Saved data entries
- - -

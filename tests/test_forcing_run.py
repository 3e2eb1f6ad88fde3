"""End to end through the kernel's cell mode: several stations and a gridded file against one station."""

from __future__ import annotations

import numpy as np
import pandas as pd
import pytest
import xarray as xr
from pyproj import CRS

import firnline
from conftest import base_sections, ramp, write_config, write_dem, write_station
from firnline.cli import main

Z_ST = 2000.0
LAPSE = -0.0065   # ICAO Standard Atmosphere / ISO 2533, K m-1
GRAD = 0.0003     # the default precipitation gradient, m-1


def record():
    d = pd.date_range("2016-10-01", "2018-09-30", freq="D")
    rng = np.random.default_rng(8)
    t = 1 + 8 * np.sin(2 * np.pi * (np.arange(d.size) - 100) / 365.25) + rng.normal(0, 3, d.size)
    p = rng.gamma(0.6, 8, d.size)
    return d, np.round(t, 1), np.round(p, 1)


def one_station(tmp_path):
    write_dem(tmp_path / "dem.tif", ramp(30, 4, 3300.0, 2000.0))
    d, t, p = record()
    write_station(tmp_path / "station.csv", t=t, p=p)
    return write_config(tmp_path / "one.toml", base_sections(Z_ST))


def sections(climate):
    sec = base_sections(Z_ST)
    sec["climate"] = climate
    return sec


def test_two_lapse_consistent_stations_give_the_one_station_result(tmp_path):
    one = firnline.run(firnline.load_config(one_station(tmp_path)))
    d, t, p = record()
    z2 = 2800.0
    pd.DataFrame({"date": d.strftime("%Y-%m-%d"), "temperature_c": t + LAPSE * (z2 - Z_ST),
                  "precipitation_mm": p * (1 + GRAD * (z2 - Z_ST))}).to_csv(tmp_path / "high.csv", index=False)
    (tmp_path / "stations.csv").write_text(f"station,x,y,elevation_m,file\nlow,600010,5149000,{Z_ST},station.csv\n"
                                           f"high,600190,5148600,{z2},high.csv\n")
    cfg = firnline.load_config(write_config(tmp_path / "two.toml", sections({"stations": "stations.csv"})))
    two = firnline.run(cfg)
    np.testing.assert_allclose(two.summary.annual_balance_mwe, one.summary.annual_balance_mwe, atol=2e-4)
    np.testing.assert_allclose(two.summary.ela_m, one.summary.ela_m, atol=1.0)


@pytest.mark.parametrize("units", ["degC", "K"])
def test_gridded_uniform_field_at_the_station_elevation_gives_the_one_station_result(tmp_path, units):
    """A grid holding the station record everywhere, surface_altitude = the station elevation,
    in degC and mm/day or in K and kg m-2 s-1 (86400 s per day; common practice): the one-station
    result to rounding."""
    one = firnline.run(firnline.load_config(one_station(tmp_path)))
    d, t, p = record()
    xs = np.arange(599000.0, 602000.0, 1000.0)
    ys = np.array([5151000.0, 5150000.0, 5149000.0, 5148000.0, 5147000.0])
    shape = (d.size, ys.size, xs.size)
    tv = t + (273.15 if units == "K" else 0.0)
    pv = p / 86400.0 if units == "K" else p
    gm = {"grid_mapping": "crs"}
    ds = xr.Dataset({"tas": (("time", "y", "x"), np.broadcast_to(tv[:, None, None], shape),
                             {"standard_name": "air_temperature", "units": units, **gm}),
                     "pr": (("time", "y", "x"), np.broadcast_to(pv[:, None, None], shape),
                            {"standard_name": "precipitation_flux",
                             "units": "kg m-2 s-1" if units == "K" else "mm/day", **gm}),
                     "orog": (("y", "x"), np.full(shape[1:], Z_ST),
                              {"standard_name": "surface_altitude", "units": "m"}),
                     "crs": ((), 0, CRS("EPSG:32632").to_cf())},
                    coords={"time": ("time", np.arange(d.size, dtype=float), {"units": "days since 2016-10-01"}),
                            "y": ("y", ys, {"standard_name": "projection_y_coordinate", "units": "m"}),
                            "x": ("x", xs, {"standard_name": "projection_x_coordinate", "units": "m"})})
    ds.to_netcdf(tmp_path / "forcing.nc", engine="h5netcdf")
    cfg = firnline.load_config(write_config(tmp_path / "grid.toml", sections({"grid_file": "forcing.nc"})))
    grid = firnline.run(cfg)
    np.testing.assert_allclose(grid.summary.annual_balance_mwe, one.summary.annual_balance_mwe, atol=2e-4)
    np.testing.assert_allclose(grid.summary.winter_balance_mwe, one.summary.winter_balance_mwe, atol=2e-4)


@pytest.mark.parametrize("climate,files,words", [
    ({"stations": "stations.csv"}, {"stations.csv": "station,x,y,file\na,1,2,station.csv\n"},
     'stations.csv: no column "elevation_m"'),
    ({"stations": "stations.csv"}, {"stations.csv": "station,x,y,elevation_m,file\na,1,2,2000,gone.csv\n"},
     "'gone.csv' was not found"),
    ({"grid_file": "forcing.nc"}, {"forcing.nc": "not netcdf"}, "forcing.nc: not a readable NetCDF file"),
    ({"grid_file": "forcing.nc", "station_file": "station.csv"}, {}, "exactly one of station_file"),
])
def test_bad_station_tables_and_gridded_files_exit_2(tmp_path, capsys, climate, files, words):
    one_station(tmp_path)
    for name, text in files.items():
        (tmp_path / name).write_text(text)
    cfg = write_config(tmp_path / "bad.toml", sections(climate))
    assert main(["run", str(cfg), "--out", str(tmp_path / "out"), "--quiet"]) == 2
    err = capsys.readouterr().err
    assert words in err and "Traceback" not in err and len(err.strip().splitlines()) == 1
    assert not (tmp_path / "out").exists() or not any((tmp_path / "out").iterdir())


def test_linear_station_forcing_equals_the_blocks_and_asks_blocks_only_for_days_with_a_gap(tmp_path, monkeypatch):
    """The kernel makes the station network's forcing inside its chunks on the days every station
    reports (LINEAR mode) and asks for blocks only on the other days; the balances equal those of
    the block path (forcing rounded to float32 there, so to 1e-5 m w.e.)."""
    from firnline import stations
    d, t, p = record()
    write_dem(tmp_path / "dem.tif", ramp(30, 4, 3300.0, 2000.0))
    write_station(tmp_path / "station.csv", t=t, p=p)
    z2 = 2800.0
    t2 = t + LAPSE * (z2 - Z_ST) + 0.7
    t2[[40, 41, 300]] = np.nan                         # the high station misses three days
    pd.DataFrame({"date": d.strftime("%Y-%m-%d"), "temperature_c": t2,
                  "precipitation_mm": p * (1 + GRAD * (z2 - Z_ST))}).to_csv(tmp_path / "high.csv", index=False)
    (tmp_path / "stations.csv").write_text(f"station,x,y,elevation_m,file\nlow,600010,5149000,{Z_ST},station.csv\n"
                                           f"high,600190,5148600,{z2},high.csv\n")
    sec = sections({"stations": "stations.csv"})
    sec["snow"] = {"spinup_years": 0}
    cfg = firnline.load_config(write_config(tmp_path / "two.toml", sec))
    asked = []
    block = stations.StationCells.block

    def recording(self, a, b):
        asked.extend(range(a, b))
        return block(self, a, b)
    monkeypatch.setattr(stations.StationCells, "block", recording)
    linear = firnline.run(cfg)
    assert sorted(set(asked)) == [40, 41, 300]
    monkeypatch.delattr(stations.StationCells, "linear")
    asked.clear()
    blocks = firnline.run(cfg)
    assert len(set(asked)) == len(d)
    np.testing.assert_allclose(linear.summary.annual_balance_mwe, blocks.summary.annual_balance_mwe, atol=1e-5)
    np.testing.assert_allclose(linear.fields["annual_balance"].values, blocks.fields["annual_balance"].values,
                               atol=1e-5, equal_nan=True)


def test_a_station_network_run_a_year_at_a_time_equals_the_whole_record(tmp_path, monkeypatch):
    """Cell-mode forcing (the network's LINEAR days and its block days around a gap) with sliding
    snow, refreezing, firn layers and a spin-up year: the kernel run one balance year at a time,
    its state and work buffers carried over (firnline.tiles.BLOCK_BYTES tiny), gives the maps and
    tables of one pass over the record bit for bit."""
    from firnline import tiles
    from firnline.model import prepare
    d, t, p = record()
    write_dem(tmp_path / "dem.tif", ramp(30, 4, 3300.0, 2000.0))
    write_station(tmp_path / "station.csv", t=t, p=p)
    z2 = 2800.0
    t2 = t + LAPSE * (z2 - Z_ST) + 0.7
    t2[[40, 41, 500]] = np.nan
    pd.DataFrame({"date": d.strftime("%Y-%m-%d"), "temperature_c": t2,
                  "precipitation_mm": p * (1 + GRAD * (z2 - Z_ST))}).to_csv(tmp_path / "high.csv", index=False)
    (tmp_path / "stations.csv").write_text(f"station,x,y,elevation_m,file\nlow,600010,5149000,{Z_ST},station.csv\n"
                                           f"high,600190,5148600,{z2},high.csv\n")
    sec = sections({"stations": "stations.csv"})
    sec["snow"] = {"spinup_years": 1, "redistribution": "gravitational", "refreezing": "cold-content",
                   "firn_years": 3, "min_slide_slope_deg": 10.0}
    cfg = firnline.load_config(write_config(tmp_path / "net.toml", sec))
    setup = prepare(cfg)
    whole = firnline.run(cfg, setup=setup)
    assert whole.kernel is not None and whole.kernel.sums.shape[3] == 2
    monkeypatch.setattr(tiles, "BLOCK_BYTES", 1)
    yearly = firnline.run(cfg, setup=setup)
    assert yearly.kernel is None                      # the record ran in two blocks
    for name in whole.fields.data_vars:
        assert np.array_equal(whole.fields[name].values, yearly.fields[name].values, equal_nan=True), name
    assert np.nanmax(np.abs(whole.fields["redistribution"].values)) > 0
    for table in ("summary", "profiles", "gradients", "water_budget"):
        pd.testing.assert_frame_equal(getattr(whole, table), getattr(yearly, table), check_exact=True)
    np.testing.assert_array_equal(whole.runoff.discharge_m3s, yearly.runoff.discharge_m3s)
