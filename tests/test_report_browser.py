"""The demo's report.html opened in a real browser (headless Chromium): no console error, every
image decoded, and a screenshot saved.

Runs when Chromium is installed (Debian package ``chromium``; ``.ci/run`` installs it) and is
skipped otherwise, saying so. How it looks: Chromium runs headless on a copy of the page to
which the test appends a small script; after the load event the script records, for every
<img>, whether it finished loading with a non-zero natural size, and writes the result into
the DOM, which ``--dump-dom`` prints. Console messages come from ``--enable-logging=stderr
--v=0`` (lines with "CONSOLE"); any of level error, or a failed resource load, fails the test.
The screenshot goes to the test's temporary folder and, when the environment variable
FIRNLINE_ARTIFACTS names a folder, is copied there.
"""

from __future__ import annotations

import json
import os
import re
import shutil
import subprocess
from pathlib import Path

import pytest

from firnline.page import png_size


def _chromium() -> str | None:
    for name in ("chromium", "chromium-browser", "google-chrome", "chrome"):
        found = shutil.which(name)
        if found:
            return found
    return None


CHROMIUM = _chromium()
pytestmark = pytest.mark.skipif(CHROMIUM is None, reason="Chromium is not installed (Debian: apt-get install "
                                                         "chromium); .ci/run installs it for CI")

FLAGS = ["--headless", "--no-sandbox", "--disable-gpu", "--disable-quic", "--no-first-run",
         "--disable-background-networking", "--disable-component-update", "--disable-sync",
         "--disable-extensions", "--hide-scrollbars", "--mute-audio"]

CHECK = """
<script>
window.addEventListener("load", function () {
  var imgs = Array.prototype.slice.call(document.images);
  var bad = imgs.filter(function (i) { return !(i.complete && i.naturalWidth > 0 && i.naturalHeight > 0); });
  var out = document.createElement("pre");
  out.id = "firnline-check";
  out.textContent = JSON.stringify({images: imgs.length, broken: bad.map(function (i) { return i.alt; }),
                                    title: document.title});
  document.body.appendChild(out);
});
</script>
"""


def _run(args: list[str], tmp: Path, timeout=180) -> subprocess.CompletedProcess:
    profile = tmp / f"profile-{len(list(tmp.glob('profile-*')))}"
    profile.mkdir()
    env = dict(os.environ, HOME=str(tmp))
    return subprocess.run([CHROMIUM, *FLAGS, f"--user-data-dir={profile}", *args], capture_output=True,
                          text=True, timeout=timeout, env=env)


def browser_check(html_path: Path, tmp: Path) -> tuple[dict, list[str]]:
    """(the page's image check, the console errors) of ``html_path`` in headless Chromium."""
    probe = tmp / ("probe-" + html_path.name)
    text = html_path.read_text(encoding="utf-8")
    probe.write_text(text.replace("</body>", CHECK + "</body>"), encoding="utf-8")
    r = _run(["--enable-logging=stderr", "--v=0", "--virtual-time-budget=10000", "--dump-dom",
              probe.as_uri()], tmp)
    m = re.search(r'<pre id="firnline-check">(.*?)</pre>', r.stdout, flags=re.S)
    assert m, f"the check did not run; Chromium said: {r.stderr[-2000:]}"
    result = json.loads(m.group(1).replace("&quot;", '"').replace("&amp;", "&"))
    errors = []
    for line in r.stderr.splitlines():
        if "CONSOLE" in line and ("ERROR" in line or "error" in line.lower()):
            errors.append(line)
        elif "Failed to load resource" in line or "net::ERR_" in line:
            errors.append(line)
    return result, errors


def test_demo_report_in_chromium(demo_run, tmp_path):
    _, out = demo_run
    result, errors = browser_check(out / "report.html", tmp_path)
    n = len(list(out.glob("map_*.png"))) + len(list(out.glob("chart_*.png")))
    assert result["images"] == n and n > 0
    assert result["broken"] == []
    assert errors == []
    assert result["title"].startswith("Surface mass balance")
    shot = tmp_path / "report.png"
    r = _run(["--window-size=1280,2200", f"--screenshot={shot}", (out / "report.html").as_uri()], tmp_path)
    assert shot.exists(), r.stderr[-2000:]
    png = shot.read_bytes()
    assert png_size(png) == (1280, 2200) and len(png) > 50_000     # a drawn page, not a blank one
    # printed to PDF (the print style sheet: A4, figures kept whole): a multi-page document
    pdf = tmp_path / "report.pdf"
    r = _run(["--no-pdf-header-footer", f"--print-to-pdf={pdf}", (out / "report.html").as_uri()], tmp_path)
    assert pdf.exists(), r.stderr[-2000:]
    data = pdf.read_bytes()
    pages = len(re.findall(rb"/Type\s*/Page[^s]", data))
    assert data[:5] == b"%PDF-" and pages >= 5, pages
    if os.environ.get("FIRNLINE_ARTIFACTS"):
        dest = Path(os.environ["FIRNLINE_ARTIFACTS"])
        dest.mkdir(parents=True, exist_ok=True)
        shutil.copy(shot, dest / "report_screenshot.png")
        shutil.copy(pdf, dest / "report.pdf")


def test_browser_check_catches_a_broken_image_and_a_console_error(tmp_path):
    """The check can fail: a page with an undecodable image and a console error is caught."""
    page = tmp_path / "bad.html"
    page.write_text('<!DOCTYPE html><html><head><title>bad</title></head><body>'
                    '<img alt="broken" src="data:image/png;base64,AAAA">'
                    '<script>console.error("deliberate error")</script></body></html>', encoding="utf-8")
    result, errors = browser_check(page, tmp_path)
    assert result["broken"] == ["broken"]
    assert any("deliberate error" in e for e in errors)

- - -

**EXERCISE DESCRIPTION:** Copy each line from the data above that includes "tests".

**RESPONSE TO THE TASK:**
filename tests/test_forcing_run.py
filename tests/test_report_browser.py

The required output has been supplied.